What’s Up with the Stock Market?

Market signals economic growth despite troubling events in the world


   When Senior Rom Peles purchased stocks of a company, he knew that he was taking a huge gamble with his money. If the company performed poorly, he could lose large portions of his money, but if it did well, he could make huge profits. So when his stock more than doubled in value overnight, his investment risk turned into a reward. 

   However, most students aren’t as knowledgeable about the stock market as Peles and don’t know what goes on behind the scenes. So, what exactly is the stock market, how does it impact the country, and does it truly reflect the state of the economy? 

   In the stock market, ownership of public companies is traded depending on the value of the company. These amounts are based off of factors such as reported earnings and the demand of the particular stock. These pieces of companies are constantly being bought and sold. Depending on when a person exchanges their stocks, they can make a profit or lose money, making it, as Peles likes to say, “a bit of a gamble.”

   The stock market can often reflect the events of the world, but that isn’t always the case. In February, as fear of COVID-19 rose in the U.S., the stock market went down sharply in response. While this crash added even more difficulties to the economy, it was turned around as quickly as it started just over a month later, according to MarketWatch.  Despite the multitude of hardships that happened to American families in 2020, the New York Stock Exchange stayed strong and ended the year on a positive note, seemingly unphased by the worsening state of COVID-19 in America. 

   AP Micro and Macro Economics teacher Kelly Aull said that stocks can sometimes disregard major events in the world. By doing this, they can continue to grow as if they were seeing increased profits, but they actually aren’t.

   “What’s happening more often now is that company’s stock values have taken on kind of a life of their own,” Aull said. 

   There are many explanations as to why the market is doing so well despite the negative events happening in the world. New York Times Writer Jeff Sommer explains one of his ideas in his article titled, “The Markets’ Strange Disregard for the Chaos in Washington.” 

   “The pandemic is the main cause of global economic troubles, and it will eventually end,” Sommer said. “With vaccinations underway, Wall Street hopes that economic growth…will surge later this year.” 

   Aull gives a different angle to view the market’s quick pandemic recovery. She said that even though companies have laid off many of their employees from before COVID-19, they can still produce the same amount of profits.

   “Especially in manufacturing and industries that are benefiting from an increase in technology… companies need fewer people to get the same work done,” Aull said. 

   The U.S. unemployment rate has risen exponentially since the pandemic. From March to April in 2020, the unemployment rate went up from 4.4% to almost 15%, according to the U.S. Bureau of Labor Statistics. This number has since went down to 6.7%, but it still hasn’t recovered back to its original rate. 

   Events that lower the stock market don’t always have to be seen as negative. Peles started investing in his sophomore year around the time of the U.S. and China trade war.
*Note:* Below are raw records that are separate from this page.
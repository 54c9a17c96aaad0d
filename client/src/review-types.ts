/**
 * The review's wire types on the client side (identity, review states and
 * history, the live events), typed here from the review API's spec until the
 * library's shared types carry them, and read tolerantly: an older server
 * answers without these fields, and every reader then gives null (never
 * throws), so the screen simply shows no review.
 */

/** The review states of one revision, in the order a revision moves through them. */
export const REVIEW_STATES = ['prepared', 'checked', 'approved', 'returned'] as const;
export type ReviewState = (typeof REVIEW_STATES)[number];

/** The roles of a personal key: an editor saves; a checker also checks and returns; an approver also approves. */
export const ROLES = ['editor', 'checker', 'approver'] as const;
export type Role = (typeof ROLES)[number];

/** Who is signed in with a personal key (null for the team token, an open server, or signed out). */
export interface Identity {
  readonly name: string;
  readonly role: Role;
}

/** One step of a revision's review: the save itself (prepared), or a state change. */
export interface ReviewEntry {
  readonly state: ReviewState;
  readonly by: string;
  /** ISO 8601 time (UTC). */
  readonly at: string;
  readonly note: string | null;
}

/** A revision's review: its state and every step so far, oldest first. */
export interface Review {
  readonly state: ReviewState;
  readonly history: readonly ReviewEntry[];
}

/** `event: revision`: someone saved a revision of the model. */
export interface RevisionEvent {
  readonly id: string;
  readonly revision: number;
  readonly author: string;
  readonly at: string;
}

/** `event: review`: a revision's review state changed. */
export interface ReviewEvent {
  readonly id: string;
  readonly revision: number;
  readonly state: ReviewState;
  readonly by: string;
  readonly at: string;
  readonly note: string | null;
}

const isRecord = (x: unknown): x is Record<string, unknown> => typeof x === 'object' && x !== null && !Array.isArray(x);
const isRevision = (x: unknown): x is number => typeof x === 'number' && Number.isInteger(x) && x > 0;

/**
 * Whether the server records reviews: its `GET /api/session` answer carries `identity` (null included).
 * An older server's has no such field, and then the client opens no live stream (its route would be a 404).
 */
export function hasReviews(session: unknown): boolean {
  return isRecord(session) && 'identity' in session;
}

/** A review state, or null for anything else (absent, misspelt). */
export function readState(x: unknown): ReviewState | null {
  return typeof x === 'string' && (REVIEW_STATES as readonly string[]).includes(x) ? (x as ReviewState) : null;
}

/** A role, or null. */
export function readRole(x: unknown): Role | null {
  return typeof x === 'string' && (ROLES as readonly string[]).includes(x) ? (x as Role) : null;
}

/** The identity of `GET /api/session`'s answer, or null (absent on an older server, or not a personal key). */
export function readIdentity(session: unknown): Identity | null {
  const id = isRecord(session) ? session.identity : null;
  if (!isRecord(id) || typeof id.name !== 'string' || id.name === '') return null;
  const role = readRole(id.role);
  return role ? { name: id.name, role } : null;
}

function readEntry(x: unknown): ReviewEntry | null {
  if (!isRecord(x)) return null;
  const state = readState(x.state);
  if (!state || typeof x.by !== 'string' || typeof x.at !== 'string') return null;
  return { state, by: x.by, at: x.at, note: typeof x.note === 'string' && x.note !== '' ? x.note : null };
}

/**
 * The review of a stored revision (`GET …/revisions/{rev}` carries `review`), or of the
 * answer of `POST …/review` (which carries `state` and `history` at the top). Null when absent.
 */
export function readReview(x: unknown): Review | null {
  if (!isRecord(x)) return null;
  const r = isRecord(x.review) ? x.review : x;
  const state = readState(r.state);
  if (!state) return null;
  const history = Array.isArray(r.history) ? r.history.map(readEntry).filter((e): e is ReviewEntry => e !== null) : [];
  return { state, history };
}

/** The `reviewState` of a library list item or a revision list item, or null. */
export function readReviewState(item: unknown): ReviewState | null {
  return isRecord(item) ? readState(item.reviewState) : null;
}

/** The data of an `event: revision`, or null when it is not one. */
export function readRevisionEvent(data: string): RevisionEvent | null {
  const x = parse(data);
  if (!x || typeof x.id !== 'string' || !isRevision(x.revision) || typeof x.author !== 'string') return null;
  return { id: x.id, revision: x.revision, author: x.author, at: typeof x.at === 'string' ? x.at : '' };
}

/** The data of an `event: review`, or null when it is not one. */
export function readReviewEvent(data: string): ReviewEvent | null {
  const x = parse(data);
  const state = x ? readState(x.state) : null;
  if (!x || !state || typeof x.id !== 'string' || !isRevision(x.revision) || typeof x.by !== 'string') return null;
  return { id: x.id, revision: x.revision, state, by: x.by, at: typeof x.at === 'string' ? x.at : '', note: typeof x.note === 'string' && x.note !== '' ? x.note : null };
}

function parse(data: string): Record<string, unknown> | null {
  try {
    const x: unknown = JSON.parse(data);
    return isRecord(x) ? x : null;
  } catch {
    return null;
  }
}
This international event caused the economy and stock market to go down, but Peles saw this as a chance for him to profit off of the situation. 

   When Chinese stocks dropped 30-40% due to the trade war, he researched the companies affected and saw that their revenue wasn’t dropping, and there was nothing actually wrong with the company. 

   “I thought the market might have overreacted, so I invested,” Peles said. “Eventually they went back up 30-40%.”

   With the stock market’s highly positive performance masking the negative state of other events occuring in the country such as COVID-19 deaths, increased unemployment rates and the recent riots at the capitol, experts are divided on how to feel about the future of the market and economy. 

   According to New York Times Conrad de Aenlle, many investors expect that this year could produce even higher stock values. Vaccines helping people return to normal again fuels business growth and the economy, therefore promoting the stock market. Conversely, some investors are concerned that the stock market is only protected by a  “bubble” from the outside world, and it could eventually “pop” and cause massive losses in the economy. 

   The stock market and economy are both places of uncertainty and volatility. Although they are often predictable by following major events in the news, it isn’t always the case. Peles recommends to reflect back on losses and keep analyzing your decisions in the market to continue improving upon your investment skills.  

   “The more you invest, the more likely you are to make money,” Peles said. “[The stock market] rewards a lot of time, research and intuition.”